“裴大人,是独自一人吗?”

沈珺面上带着笑意,眸光温柔而深邃,仿佛能洞察人心。“今日灯会热闹,许多年轻男女便会出游。”

裴潜嘴角勾起一抹温文尔雅的笑,道:“在下爱瓷器,今日沐休,便想着出来逛逛,平日里所见皆是些寻常的物件,难得今日灯会,竟有不少远道而来的胡商,便想着来看看。”他的话语间带着几分对瓷器的痴迷,目光不由自主地被一只绘着繁复花纹的青花瓷瓶吸引,瓶身流转着温润的光泽,在周围五彩斑斓的灯火映照下,更显古朴雅致。

沈珺眸子之中带着笑意,不由得想起,前世,他同样爱瓷器。记忆中,裴潜曾为了一件宋代汝窑的天青釉瓷器,不惜跋涉千山万水,只为目睹其风采。她还打趣,说是她的命根,为了瓷器可废寝忘食,堪比当年科考。

她道:“寒窗苦读十年,废寝忘食只为科举,如今裴大人倒是夙兴夜寐只为博瓷一睹风采。”

往昔如云烟,一幕幕在心头缓缓铺展。那时的她,早已在后宫的漩涡中几经沉浮,若无裴潜如影随形,默默守护,恐怕那座寒冰铸就的皇城,早已将她吞噬得无影无踪。

然而,命运弄人,即便是如此坚韧不拔之人,终究还是未能逃脱因她而起的劫难。

裴潜,一世清名,却因与她丝丝缕缕的牵连,而风雨飘摇。最终,他不仅自身难保,更累及全族,遭受流放之苦。二十五岁的韶华,竟凋零于阴暗潮湿的大狱之中,连至亲的母亲,都未能见上最后一面,抱憾而终。

那段过往,如同冬日里最凛冽的风,穿透岁月的缝隙,让她的心始终不得安宁。

“沈姑娘怎么了?”

裴潜心中一惊,手中的青花瓷盏微微一晃,盏中茶汤涟漪轻漾,宛如他此刻起伏不定的心绪。他急忙稳住,转身望向沈珺,只见她双眼通红。

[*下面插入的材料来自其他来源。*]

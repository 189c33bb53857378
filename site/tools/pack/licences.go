package main

import (
	"encoding/json"
	"fmt"
	"os"
	"os/exec"
	"path/filepath"
	"regexp"
	"slices"
	"strings"

	"github.com/evanw/esbuild/pkg/api"
)

// licences lists the licence texts of what the page ships: Go itself, the modules
// compiled into the program, and the packages bundled into the plots.
func licences(site string) (string, error) {
	sections := map[string]string{}
	if err := goLicences(sections); err != nil {
		return "", err
	}
	if err := plotsLicences(site, sections); err != nil {
		return "", err
	}
	names := make([]string, 0, len(sections))
	for name := range sections {
		names = append(names, name)
	}
	slices.Sort(names)
	var b strings.Builder
	b.WriteString("Brinkfield ships parts of these works, each under its own licence.\n")
	for _, name := range names {
		fmt.Fprintf(&b, "\n%s\n%s\n\n%s\n", name, strings.Repeat("=", len(name)), strings.TrimSpace(sections[name]))
	}
	return b.String(), nil
}

func goLicences(sections map[string]string) error {
	root, err := exec.Command("go", "env", "GOROOT", "GOVERSION").Output()
	if err != nil {
		return err
	}
	env := strings.Fields(string(root))
	if sections["The Go programming language, "+env[1]], err = licenceIn(env[0]); err != nil {
		return err
	}
	list := exec.Command("go", "list", "-deps", "-f", "{{with .Module}}{{if not .Main}}{{.Path}} {{.Version}}\t{{.Dir}}{{end}}{{end}}", "./wasm")
	list.Env = append(os.Environ(), "GOOS=js", "GOARCH=wasm")
	out, err := list.Output()
	if err != nil {
		return fmt.Errorf("pack: go list of the program's modules: %w", err)
	}
	for line := range strings.Lines(string(out)) {
		name, dir, ok := strings.Cut(strings.TrimSpace(line), "\t")
		if !ok || sections[name] != "" {
			continue
		}
		if sections[name], err = licenceIn(dir); err != nil {
			return err
		}
	}
	return nil
}

var packagePath = regexp.MustCompile(`node_modules/((?:@[^/]+/)?[^/]+)/`)

// plotsLicences asks the bundler which packages really go into the script.
func plotsLicences(site string, sections map[string]string) error {
	r := api.Build(api.BuildOptions{EntryPoints: []string{filepath.Join(site, "plots", "index.js")},
		Bundle: true, Metafile: true, Format: api.FormatIIFE, LogLevel: api.LogLevelSilent})
	if len(r.Errors) > 0 {
		return failure("plots", r.Errors)
	}
	var meta struct {
		Inputs map[string]json.RawMessage `json:"inputs"`
	}
	if err := json.Unmarshal([]byte(r.Metafile), &meta); err != nil {
		return err
	}
	for path := range meta.Inputs {
		m := packagePath.FindStringSubmatch(path)
		if m == nil {
			continue
		}
		dir := filepath.Join(site, "node_modules", m[1])
		var about struct{ Version string }
		text, err := os.ReadFile(filepath.Join(dir, "package.json"))
		if err != nil {
			return err
		}
		if err := json.Unmarshal(text, &about); err != nil {
			return fmt.Errorf("pack: %s: %w", dir, err)
		}
		name := m[1] + " " + about.Version
		if sections[name] != "" {
			continue
		}
		if sections[name], err = licenceIn(dir); err != nil {
			return err
		}
	}
	return nil
}

// licenceIn reads the licence file of a folder, whatever its spelling.
func licenceIn(dir string) (string, error) {
	entries, err := os.ReadDir(dir)
	if err != nil {
		return "", err
	}
	for _, e := range entries {
		stem := strings.ToUpper(strings.TrimSuffix(e.Name(), filepath.Ext(e.Name())))
		if stem == "LICENSE" || stem == "LICENCE" || stem == "COPYING" {
			text, err := os.ReadFile(filepath.Join(dir, e.Name()))
			return string(text), err
		}
	}
	return "", fmt.Errorf("pack: no licence file in %s, expected LICENSE", dir)
}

闻言,沈珺迅速以袖掩面,声音柔和而略带哽咽:“无事,许是被风迷了眼。”

言罢,她微微侧首,避开了裴潜的视线,仿佛怕泄露心中深藏的秘密。街角的灯笼轻轻摇曳,映在她微微颤抖的睫毛上,投下一片斑驳的影。

裴潜见状,轻叹一声,温声道:“夜晚风大,不如去那边摊上坐坐,喝杯热茶,也好暖暖身子。”

他指引的方向,是一家灯火阑珊的小茶摊,几张木桌随意摆放,几张竹椅零散其间,几位茶客正低声交谈,热气腾腾的茶香随风飘散。沈珺微微点头,随裴潜缓步走去。

坐下后,摊主热情地送上两杯热腾腾的茉莉花茶,茶香袅袅升起。沈珺轻抿一口温热的茉莉花茶,目光柔和地望向裴潜。

笑道:“原以为裴大人这样的人,会不喜欢这些小摊,没想到裴大人也有这份闲情逸致。”裴潜闻言,嘴角勾起一抹温润的笑意,他轻轻放下茶盏,目光掠过那灯火阑珊的小摊,眼中似乎藏着无尽的故事:

“世间万物,各有其趣,市井烟火,亦有其独特的韵味。你看那摊主,虽身处喧嚣,眼中却满是宁静,这份淡然,又岂是寻常所能及?”说着,他抬手轻指,顺着他的目光望去,只见一位年迈的摊主正低头专注地擦拭着茶具,脸上洋溢着满足与平和的笑容,仿佛外界的纷扰都与他无关。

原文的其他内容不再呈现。